Exercise data below:

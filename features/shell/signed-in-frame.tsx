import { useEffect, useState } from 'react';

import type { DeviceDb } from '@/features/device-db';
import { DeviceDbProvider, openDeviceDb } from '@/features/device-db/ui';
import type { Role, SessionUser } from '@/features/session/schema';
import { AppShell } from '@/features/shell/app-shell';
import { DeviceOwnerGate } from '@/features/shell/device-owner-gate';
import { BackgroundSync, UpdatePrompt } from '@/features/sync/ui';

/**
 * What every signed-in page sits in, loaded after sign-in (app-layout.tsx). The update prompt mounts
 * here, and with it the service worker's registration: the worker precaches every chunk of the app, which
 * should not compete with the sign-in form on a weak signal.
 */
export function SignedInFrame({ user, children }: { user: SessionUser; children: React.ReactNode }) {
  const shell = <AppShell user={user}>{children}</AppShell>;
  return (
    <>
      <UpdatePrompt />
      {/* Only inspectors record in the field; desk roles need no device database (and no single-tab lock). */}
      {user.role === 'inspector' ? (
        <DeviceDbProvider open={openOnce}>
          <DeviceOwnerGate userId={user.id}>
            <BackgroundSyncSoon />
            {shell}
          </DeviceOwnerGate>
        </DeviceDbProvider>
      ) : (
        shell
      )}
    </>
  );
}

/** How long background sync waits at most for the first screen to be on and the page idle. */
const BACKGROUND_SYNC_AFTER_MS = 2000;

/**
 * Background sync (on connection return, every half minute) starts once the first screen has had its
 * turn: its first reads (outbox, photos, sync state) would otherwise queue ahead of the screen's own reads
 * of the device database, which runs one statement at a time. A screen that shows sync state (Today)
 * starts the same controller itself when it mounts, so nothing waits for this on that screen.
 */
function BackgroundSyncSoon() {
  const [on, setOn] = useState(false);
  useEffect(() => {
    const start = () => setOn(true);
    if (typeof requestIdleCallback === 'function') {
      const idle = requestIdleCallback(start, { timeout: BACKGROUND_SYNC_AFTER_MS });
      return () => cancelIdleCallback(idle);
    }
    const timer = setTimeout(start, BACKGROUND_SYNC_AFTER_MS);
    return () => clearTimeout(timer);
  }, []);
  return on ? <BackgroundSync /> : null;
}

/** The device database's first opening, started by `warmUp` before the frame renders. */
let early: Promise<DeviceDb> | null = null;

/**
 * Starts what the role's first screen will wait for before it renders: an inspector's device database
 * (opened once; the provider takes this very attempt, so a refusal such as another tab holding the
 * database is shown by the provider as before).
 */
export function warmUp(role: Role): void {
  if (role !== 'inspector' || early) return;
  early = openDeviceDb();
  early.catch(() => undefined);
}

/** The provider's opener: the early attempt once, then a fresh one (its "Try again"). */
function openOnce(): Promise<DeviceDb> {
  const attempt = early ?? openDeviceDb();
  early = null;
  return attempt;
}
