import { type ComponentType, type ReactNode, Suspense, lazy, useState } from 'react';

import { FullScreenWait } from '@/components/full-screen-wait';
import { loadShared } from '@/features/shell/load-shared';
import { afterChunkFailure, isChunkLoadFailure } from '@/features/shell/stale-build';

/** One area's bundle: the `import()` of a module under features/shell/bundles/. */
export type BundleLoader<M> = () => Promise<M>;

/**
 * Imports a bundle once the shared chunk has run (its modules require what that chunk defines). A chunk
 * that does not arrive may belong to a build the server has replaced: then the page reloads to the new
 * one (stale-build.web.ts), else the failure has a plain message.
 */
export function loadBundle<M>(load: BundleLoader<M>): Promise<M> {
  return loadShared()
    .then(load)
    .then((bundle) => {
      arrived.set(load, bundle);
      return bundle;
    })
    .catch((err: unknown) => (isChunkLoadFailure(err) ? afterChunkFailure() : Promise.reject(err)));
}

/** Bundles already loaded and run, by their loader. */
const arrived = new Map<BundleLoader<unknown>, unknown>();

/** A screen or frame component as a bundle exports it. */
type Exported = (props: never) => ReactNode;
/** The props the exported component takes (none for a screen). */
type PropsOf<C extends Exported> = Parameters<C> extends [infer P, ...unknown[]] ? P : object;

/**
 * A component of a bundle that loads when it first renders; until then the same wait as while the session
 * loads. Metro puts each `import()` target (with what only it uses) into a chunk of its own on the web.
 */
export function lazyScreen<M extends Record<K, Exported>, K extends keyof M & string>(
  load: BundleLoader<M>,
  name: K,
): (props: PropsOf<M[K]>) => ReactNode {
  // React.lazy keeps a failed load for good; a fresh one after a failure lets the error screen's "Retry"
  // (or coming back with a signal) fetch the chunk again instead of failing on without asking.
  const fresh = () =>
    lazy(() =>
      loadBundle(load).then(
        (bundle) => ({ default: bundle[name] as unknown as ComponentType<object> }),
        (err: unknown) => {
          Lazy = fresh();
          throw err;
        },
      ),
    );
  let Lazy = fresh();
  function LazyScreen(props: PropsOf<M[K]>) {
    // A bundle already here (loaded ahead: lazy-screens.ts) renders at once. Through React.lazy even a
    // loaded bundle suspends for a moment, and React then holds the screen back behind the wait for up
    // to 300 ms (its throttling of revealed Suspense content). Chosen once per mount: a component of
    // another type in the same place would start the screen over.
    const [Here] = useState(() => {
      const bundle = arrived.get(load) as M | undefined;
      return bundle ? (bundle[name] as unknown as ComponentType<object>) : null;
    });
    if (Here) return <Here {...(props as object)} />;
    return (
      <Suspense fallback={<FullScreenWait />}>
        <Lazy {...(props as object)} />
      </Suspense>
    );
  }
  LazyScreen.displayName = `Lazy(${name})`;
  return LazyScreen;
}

End of Exercise data.

◆ The problem: In the records above, find the line containing "screen's own reads" and restate word for word every line from the first through that one.

◆ Result:
filename features/shell/signed-in-frame.tsx
import { useEffect, useState } from 'react';

import type { DeviceDb } from '@/features/device-db';
import { DeviceDbProvider, openDeviceDb } from '@/features/device-db/ui';
import type { Role, SessionUser } from '@/features/session/schema';
import { AppShell } from '@/features/shell/app-shell';
import { DeviceOwnerGate } from '@/features/shell/device-owner-gate';
import { BackgroundSync, UpdatePrompt } from '@/features/sync/ui';

/**
 * What every signed-in page sits in, loaded after sign-in (app-layout.tsx). The update prompt mounts
 * here, and with it the service worker's registration: the worker precaches every chunk of the app, which
 * should not compete with the sign-in form on a weak signal.
 */
export function SignedInFrame({ user, children }: { user: SessionUser; children: React.ReactNode }) {
  const shell = <AppShell user={user}>{children}</AppShell>;
  return (
    <>
      <UpdatePrompt />
      {/* Only inspectors record in the field; desk roles need no device database (and no single-tab lock). */}
      {user.role === 'inspector' ? (
        <DeviceDbProvider open={openOnce}>
          <DeviceOwnerGate userId={user.id}>
            <BackgroundSyncSoon />
            {shell}
          </DeviceOwnerGate>
        </DeviceDbProvider>
      ) : (
        shell
      )}
    </>
  );
}

/** How long background sync waits at most for the first screen to be on and the page idle. */
const BACKGROUND_SYNC_AFTER_MS = 2000;

/**
 * Background sync (on connection return, every half minute) starts once the first screen has had its
 * turn: its first reads (outbox, photos, sync state) would otherwise queue ahead of the screen's own reads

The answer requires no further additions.